(Saved data entries)
*** Block opens ***
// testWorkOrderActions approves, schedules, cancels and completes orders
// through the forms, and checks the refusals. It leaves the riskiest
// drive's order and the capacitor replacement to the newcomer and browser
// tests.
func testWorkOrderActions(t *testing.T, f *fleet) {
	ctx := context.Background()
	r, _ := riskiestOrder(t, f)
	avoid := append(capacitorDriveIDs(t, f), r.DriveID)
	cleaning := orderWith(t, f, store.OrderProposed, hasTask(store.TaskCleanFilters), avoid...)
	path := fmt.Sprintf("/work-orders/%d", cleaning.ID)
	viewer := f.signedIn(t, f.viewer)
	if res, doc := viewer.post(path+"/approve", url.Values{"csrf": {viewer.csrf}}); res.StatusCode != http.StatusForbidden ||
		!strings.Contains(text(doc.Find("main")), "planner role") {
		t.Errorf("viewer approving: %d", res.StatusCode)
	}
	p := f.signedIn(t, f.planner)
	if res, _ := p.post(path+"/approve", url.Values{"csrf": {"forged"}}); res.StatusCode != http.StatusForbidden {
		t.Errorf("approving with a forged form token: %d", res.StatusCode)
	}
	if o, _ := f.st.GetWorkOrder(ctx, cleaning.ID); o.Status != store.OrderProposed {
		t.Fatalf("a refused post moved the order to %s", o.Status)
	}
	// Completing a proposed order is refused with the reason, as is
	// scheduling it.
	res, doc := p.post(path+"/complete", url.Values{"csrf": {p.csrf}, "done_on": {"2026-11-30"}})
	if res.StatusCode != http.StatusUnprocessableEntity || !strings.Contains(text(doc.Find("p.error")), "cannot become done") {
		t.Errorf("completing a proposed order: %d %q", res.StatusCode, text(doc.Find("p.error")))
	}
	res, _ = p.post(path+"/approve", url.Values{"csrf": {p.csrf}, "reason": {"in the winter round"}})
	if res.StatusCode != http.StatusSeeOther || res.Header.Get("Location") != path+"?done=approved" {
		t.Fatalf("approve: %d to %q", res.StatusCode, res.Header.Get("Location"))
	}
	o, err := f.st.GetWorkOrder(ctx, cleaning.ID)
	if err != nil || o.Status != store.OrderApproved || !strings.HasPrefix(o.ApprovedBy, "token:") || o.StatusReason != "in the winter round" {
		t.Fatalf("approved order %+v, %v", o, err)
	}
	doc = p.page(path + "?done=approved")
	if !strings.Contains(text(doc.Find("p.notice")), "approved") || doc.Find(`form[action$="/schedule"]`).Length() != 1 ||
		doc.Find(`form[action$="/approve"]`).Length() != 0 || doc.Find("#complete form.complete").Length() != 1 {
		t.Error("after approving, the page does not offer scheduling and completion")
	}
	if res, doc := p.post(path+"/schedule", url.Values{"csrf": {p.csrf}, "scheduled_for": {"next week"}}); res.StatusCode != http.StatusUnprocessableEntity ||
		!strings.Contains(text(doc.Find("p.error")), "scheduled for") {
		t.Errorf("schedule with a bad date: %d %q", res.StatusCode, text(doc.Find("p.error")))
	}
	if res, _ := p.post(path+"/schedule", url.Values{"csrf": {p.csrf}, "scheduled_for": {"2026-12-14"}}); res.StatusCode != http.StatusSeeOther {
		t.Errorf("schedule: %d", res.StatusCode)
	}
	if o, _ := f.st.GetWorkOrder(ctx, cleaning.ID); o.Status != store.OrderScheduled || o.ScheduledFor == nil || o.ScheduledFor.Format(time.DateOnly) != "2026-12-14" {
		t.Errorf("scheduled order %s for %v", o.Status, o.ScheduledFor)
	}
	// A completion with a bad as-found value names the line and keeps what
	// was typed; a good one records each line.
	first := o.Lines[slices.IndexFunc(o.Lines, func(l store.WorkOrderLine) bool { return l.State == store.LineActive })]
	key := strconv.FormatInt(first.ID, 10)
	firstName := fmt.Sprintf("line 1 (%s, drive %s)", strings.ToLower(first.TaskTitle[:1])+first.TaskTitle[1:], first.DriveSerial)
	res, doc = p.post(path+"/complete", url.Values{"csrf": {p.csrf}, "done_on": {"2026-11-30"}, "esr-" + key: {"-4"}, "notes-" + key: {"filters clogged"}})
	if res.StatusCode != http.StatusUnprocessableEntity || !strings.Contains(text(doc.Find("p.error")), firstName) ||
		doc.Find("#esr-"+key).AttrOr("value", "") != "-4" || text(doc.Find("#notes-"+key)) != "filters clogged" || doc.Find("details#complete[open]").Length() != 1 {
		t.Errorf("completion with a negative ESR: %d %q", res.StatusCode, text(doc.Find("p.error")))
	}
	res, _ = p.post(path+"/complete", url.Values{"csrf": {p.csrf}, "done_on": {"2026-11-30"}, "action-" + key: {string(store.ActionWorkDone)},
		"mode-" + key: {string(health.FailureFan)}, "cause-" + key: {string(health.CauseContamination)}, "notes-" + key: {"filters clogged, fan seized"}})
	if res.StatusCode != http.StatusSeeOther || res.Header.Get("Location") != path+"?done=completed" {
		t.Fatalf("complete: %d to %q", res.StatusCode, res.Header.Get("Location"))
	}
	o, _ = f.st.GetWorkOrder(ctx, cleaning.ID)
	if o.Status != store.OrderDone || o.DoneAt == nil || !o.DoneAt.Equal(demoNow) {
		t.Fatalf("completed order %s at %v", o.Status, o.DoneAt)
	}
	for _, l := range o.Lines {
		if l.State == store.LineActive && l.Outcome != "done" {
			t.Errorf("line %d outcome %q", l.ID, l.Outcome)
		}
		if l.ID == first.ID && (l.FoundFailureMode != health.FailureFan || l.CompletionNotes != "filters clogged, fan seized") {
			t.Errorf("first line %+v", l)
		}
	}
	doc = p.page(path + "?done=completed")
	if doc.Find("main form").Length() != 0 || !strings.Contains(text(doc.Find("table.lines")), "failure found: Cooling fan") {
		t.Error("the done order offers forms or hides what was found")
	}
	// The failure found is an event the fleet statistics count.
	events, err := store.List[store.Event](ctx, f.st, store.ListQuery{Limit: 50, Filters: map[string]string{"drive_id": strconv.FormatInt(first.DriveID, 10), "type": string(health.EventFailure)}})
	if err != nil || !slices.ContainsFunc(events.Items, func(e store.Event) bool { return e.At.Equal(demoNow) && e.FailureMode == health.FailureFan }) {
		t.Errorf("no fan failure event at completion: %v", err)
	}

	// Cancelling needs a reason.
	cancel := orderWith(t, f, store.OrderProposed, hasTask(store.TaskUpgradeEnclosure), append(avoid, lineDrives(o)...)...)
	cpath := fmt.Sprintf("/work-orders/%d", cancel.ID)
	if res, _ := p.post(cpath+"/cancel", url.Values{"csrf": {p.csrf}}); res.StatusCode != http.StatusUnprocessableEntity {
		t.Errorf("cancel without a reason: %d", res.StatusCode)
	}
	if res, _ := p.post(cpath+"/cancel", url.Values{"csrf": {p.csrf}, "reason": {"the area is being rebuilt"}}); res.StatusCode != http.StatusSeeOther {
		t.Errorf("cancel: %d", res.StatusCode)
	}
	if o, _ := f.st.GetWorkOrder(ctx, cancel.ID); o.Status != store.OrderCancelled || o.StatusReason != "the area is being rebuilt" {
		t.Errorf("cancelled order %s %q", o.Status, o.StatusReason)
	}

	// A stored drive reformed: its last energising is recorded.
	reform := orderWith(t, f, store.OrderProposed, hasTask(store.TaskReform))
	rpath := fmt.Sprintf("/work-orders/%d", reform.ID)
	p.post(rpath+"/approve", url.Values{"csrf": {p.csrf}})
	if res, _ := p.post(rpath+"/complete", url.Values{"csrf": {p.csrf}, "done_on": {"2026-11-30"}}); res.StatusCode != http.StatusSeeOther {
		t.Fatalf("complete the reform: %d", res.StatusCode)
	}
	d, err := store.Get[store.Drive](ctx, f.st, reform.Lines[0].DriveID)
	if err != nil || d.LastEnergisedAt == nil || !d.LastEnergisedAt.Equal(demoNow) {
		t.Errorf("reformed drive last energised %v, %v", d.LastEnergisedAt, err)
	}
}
*** Block closes ***
Set down exactly, and only, the lines from the one containing "if err != nil || d.LastEnergisedAt" to the final line of the data.

* Reply to the task *
	if err != nil || d.LastEnergisedAt == nil || !d.LastEnergisedAt.Equal(demoNow) {
		t.Errorf("reformed drive last energised %v, %v", d.LastEnergisedAt, err)
	}
}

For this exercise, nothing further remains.